-- DATA FOR THIS TASK follows --
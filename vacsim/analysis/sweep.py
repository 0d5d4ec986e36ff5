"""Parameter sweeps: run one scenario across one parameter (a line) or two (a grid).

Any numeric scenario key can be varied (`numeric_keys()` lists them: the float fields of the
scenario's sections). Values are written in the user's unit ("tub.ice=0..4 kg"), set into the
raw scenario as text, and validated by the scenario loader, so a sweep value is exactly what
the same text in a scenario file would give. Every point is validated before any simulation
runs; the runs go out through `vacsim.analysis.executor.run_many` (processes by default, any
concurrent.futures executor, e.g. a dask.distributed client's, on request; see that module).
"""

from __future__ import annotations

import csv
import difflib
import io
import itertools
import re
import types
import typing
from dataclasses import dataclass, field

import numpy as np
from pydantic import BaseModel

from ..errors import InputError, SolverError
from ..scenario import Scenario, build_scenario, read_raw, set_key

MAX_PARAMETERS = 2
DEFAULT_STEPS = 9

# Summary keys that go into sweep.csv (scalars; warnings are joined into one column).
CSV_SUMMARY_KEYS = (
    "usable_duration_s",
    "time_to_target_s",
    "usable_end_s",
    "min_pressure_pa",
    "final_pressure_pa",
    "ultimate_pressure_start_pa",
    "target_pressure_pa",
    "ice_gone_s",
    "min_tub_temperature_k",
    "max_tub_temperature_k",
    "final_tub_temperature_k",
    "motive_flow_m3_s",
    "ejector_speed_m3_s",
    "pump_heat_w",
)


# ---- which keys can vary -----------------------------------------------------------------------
-- DATA FOR THIS TASK concluded --
## TASK ITEM:
Name the number of lines in the listing that contain the word "scenario", and only that number.

## SOLUTION:
6